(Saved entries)
※ ※ ※

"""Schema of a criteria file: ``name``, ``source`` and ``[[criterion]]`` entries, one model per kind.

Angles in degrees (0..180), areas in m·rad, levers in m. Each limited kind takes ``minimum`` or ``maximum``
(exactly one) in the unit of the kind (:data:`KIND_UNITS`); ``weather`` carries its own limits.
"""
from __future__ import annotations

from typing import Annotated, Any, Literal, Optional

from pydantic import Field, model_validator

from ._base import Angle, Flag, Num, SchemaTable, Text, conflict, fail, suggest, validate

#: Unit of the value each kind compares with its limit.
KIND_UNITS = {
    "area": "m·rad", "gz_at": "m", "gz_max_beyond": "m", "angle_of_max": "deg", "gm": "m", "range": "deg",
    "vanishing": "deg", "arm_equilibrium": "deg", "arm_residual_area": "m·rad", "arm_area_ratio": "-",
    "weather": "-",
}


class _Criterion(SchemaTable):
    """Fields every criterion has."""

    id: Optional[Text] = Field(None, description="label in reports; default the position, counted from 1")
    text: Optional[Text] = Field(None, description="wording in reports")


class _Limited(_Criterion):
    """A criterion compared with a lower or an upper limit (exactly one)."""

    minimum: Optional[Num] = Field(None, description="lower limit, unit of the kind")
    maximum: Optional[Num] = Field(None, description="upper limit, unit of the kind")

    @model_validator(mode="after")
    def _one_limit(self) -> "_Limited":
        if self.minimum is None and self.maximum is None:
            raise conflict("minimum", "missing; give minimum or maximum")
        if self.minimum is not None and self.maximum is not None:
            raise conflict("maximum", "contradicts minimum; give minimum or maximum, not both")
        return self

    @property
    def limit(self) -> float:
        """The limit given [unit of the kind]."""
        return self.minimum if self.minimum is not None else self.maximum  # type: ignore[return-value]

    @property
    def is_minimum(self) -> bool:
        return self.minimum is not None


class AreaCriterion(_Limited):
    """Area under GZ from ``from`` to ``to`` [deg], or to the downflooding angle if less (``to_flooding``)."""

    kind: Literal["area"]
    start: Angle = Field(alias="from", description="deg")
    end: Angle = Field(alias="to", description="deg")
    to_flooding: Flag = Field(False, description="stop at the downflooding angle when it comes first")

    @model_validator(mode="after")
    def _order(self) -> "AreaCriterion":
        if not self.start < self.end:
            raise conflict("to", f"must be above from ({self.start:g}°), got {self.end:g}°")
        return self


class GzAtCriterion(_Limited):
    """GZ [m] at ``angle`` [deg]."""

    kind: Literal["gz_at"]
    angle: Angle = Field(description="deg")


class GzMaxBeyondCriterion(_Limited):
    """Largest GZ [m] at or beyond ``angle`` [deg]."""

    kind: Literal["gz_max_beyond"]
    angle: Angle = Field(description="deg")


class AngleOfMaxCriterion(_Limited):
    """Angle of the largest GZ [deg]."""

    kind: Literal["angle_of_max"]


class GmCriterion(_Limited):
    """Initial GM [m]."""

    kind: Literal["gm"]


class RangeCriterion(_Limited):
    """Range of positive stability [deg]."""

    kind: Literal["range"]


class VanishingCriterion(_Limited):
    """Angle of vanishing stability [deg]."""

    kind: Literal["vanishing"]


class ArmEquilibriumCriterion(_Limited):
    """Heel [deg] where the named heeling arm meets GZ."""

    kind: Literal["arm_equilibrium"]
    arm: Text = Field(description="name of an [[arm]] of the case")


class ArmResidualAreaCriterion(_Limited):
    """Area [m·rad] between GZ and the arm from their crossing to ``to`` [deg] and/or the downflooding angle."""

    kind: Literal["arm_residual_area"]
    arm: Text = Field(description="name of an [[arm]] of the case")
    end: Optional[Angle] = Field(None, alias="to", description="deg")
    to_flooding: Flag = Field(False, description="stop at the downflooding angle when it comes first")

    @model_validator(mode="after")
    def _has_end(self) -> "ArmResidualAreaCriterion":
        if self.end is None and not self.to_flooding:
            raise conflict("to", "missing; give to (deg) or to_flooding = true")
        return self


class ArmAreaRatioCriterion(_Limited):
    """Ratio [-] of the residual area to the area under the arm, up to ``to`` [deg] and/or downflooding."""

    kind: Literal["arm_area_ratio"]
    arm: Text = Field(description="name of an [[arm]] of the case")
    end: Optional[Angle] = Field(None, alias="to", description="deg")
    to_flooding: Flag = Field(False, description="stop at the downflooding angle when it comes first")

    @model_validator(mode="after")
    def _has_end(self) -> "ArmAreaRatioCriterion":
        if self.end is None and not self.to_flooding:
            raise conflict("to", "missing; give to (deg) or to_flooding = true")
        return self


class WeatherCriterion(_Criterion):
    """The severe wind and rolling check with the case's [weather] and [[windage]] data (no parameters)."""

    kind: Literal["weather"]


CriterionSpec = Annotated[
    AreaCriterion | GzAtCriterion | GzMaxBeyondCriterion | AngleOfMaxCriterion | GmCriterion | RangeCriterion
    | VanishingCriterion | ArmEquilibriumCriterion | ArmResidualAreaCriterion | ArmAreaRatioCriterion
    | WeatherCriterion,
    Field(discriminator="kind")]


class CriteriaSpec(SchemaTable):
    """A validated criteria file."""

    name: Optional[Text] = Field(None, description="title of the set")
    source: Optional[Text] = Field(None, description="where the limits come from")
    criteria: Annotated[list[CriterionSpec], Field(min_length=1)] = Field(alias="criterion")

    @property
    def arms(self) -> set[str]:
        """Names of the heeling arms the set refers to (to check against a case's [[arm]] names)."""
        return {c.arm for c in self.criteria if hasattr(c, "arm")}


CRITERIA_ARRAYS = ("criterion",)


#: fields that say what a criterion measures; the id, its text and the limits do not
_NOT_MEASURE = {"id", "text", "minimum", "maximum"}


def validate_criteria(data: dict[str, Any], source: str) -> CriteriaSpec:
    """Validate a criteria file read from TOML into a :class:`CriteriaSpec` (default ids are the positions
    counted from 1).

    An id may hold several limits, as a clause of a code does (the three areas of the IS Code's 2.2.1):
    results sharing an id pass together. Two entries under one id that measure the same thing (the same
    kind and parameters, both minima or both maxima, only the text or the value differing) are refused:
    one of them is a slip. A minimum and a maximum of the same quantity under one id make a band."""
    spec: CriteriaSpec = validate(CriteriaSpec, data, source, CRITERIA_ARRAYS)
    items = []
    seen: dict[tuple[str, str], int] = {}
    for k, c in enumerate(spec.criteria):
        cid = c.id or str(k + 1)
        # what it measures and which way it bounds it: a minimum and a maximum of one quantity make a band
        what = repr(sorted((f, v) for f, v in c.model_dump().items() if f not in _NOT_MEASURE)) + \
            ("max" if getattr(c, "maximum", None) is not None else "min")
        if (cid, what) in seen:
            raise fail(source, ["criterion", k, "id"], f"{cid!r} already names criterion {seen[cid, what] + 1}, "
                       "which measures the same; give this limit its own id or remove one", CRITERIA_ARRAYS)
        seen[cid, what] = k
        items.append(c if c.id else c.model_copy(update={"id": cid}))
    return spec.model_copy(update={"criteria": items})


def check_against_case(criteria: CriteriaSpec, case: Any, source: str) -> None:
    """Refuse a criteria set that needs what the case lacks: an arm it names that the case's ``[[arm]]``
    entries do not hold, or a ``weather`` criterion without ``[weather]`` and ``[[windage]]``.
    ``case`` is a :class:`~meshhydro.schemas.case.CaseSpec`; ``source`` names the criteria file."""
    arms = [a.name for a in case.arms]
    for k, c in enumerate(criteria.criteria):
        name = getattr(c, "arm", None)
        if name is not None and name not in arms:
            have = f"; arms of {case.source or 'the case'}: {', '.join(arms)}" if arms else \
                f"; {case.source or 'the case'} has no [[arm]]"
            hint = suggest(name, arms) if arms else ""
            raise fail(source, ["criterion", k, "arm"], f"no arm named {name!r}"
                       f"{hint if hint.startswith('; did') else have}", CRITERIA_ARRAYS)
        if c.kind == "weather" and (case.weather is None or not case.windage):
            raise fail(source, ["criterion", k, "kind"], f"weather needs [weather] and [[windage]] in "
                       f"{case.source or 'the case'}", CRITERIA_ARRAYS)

※ ※ ※

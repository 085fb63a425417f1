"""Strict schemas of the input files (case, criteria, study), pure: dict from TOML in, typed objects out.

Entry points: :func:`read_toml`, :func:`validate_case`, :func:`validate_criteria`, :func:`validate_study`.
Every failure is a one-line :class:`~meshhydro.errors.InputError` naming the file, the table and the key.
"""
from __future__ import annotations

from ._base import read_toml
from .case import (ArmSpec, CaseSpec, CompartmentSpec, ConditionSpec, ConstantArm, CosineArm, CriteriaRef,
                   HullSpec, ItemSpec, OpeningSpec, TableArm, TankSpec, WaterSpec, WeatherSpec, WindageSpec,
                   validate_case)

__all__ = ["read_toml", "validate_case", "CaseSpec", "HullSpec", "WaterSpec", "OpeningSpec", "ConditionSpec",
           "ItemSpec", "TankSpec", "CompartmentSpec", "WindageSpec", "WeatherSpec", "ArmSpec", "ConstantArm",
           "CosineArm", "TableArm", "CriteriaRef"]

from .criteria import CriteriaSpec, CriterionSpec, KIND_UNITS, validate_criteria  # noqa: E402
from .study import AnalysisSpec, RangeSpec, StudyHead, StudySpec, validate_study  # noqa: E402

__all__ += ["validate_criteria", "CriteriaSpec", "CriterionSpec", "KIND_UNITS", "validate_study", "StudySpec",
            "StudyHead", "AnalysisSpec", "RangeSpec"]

※ ※ ※

Exercise objective: Retrieve each line from the records above where the word "both" occurs.

Task response:
            raise conflict("maximum", "contradicts minimum; give minimum or maximum, not both")
    kind and parameters, both minima or both maxima, only the text or the value differing) are refused:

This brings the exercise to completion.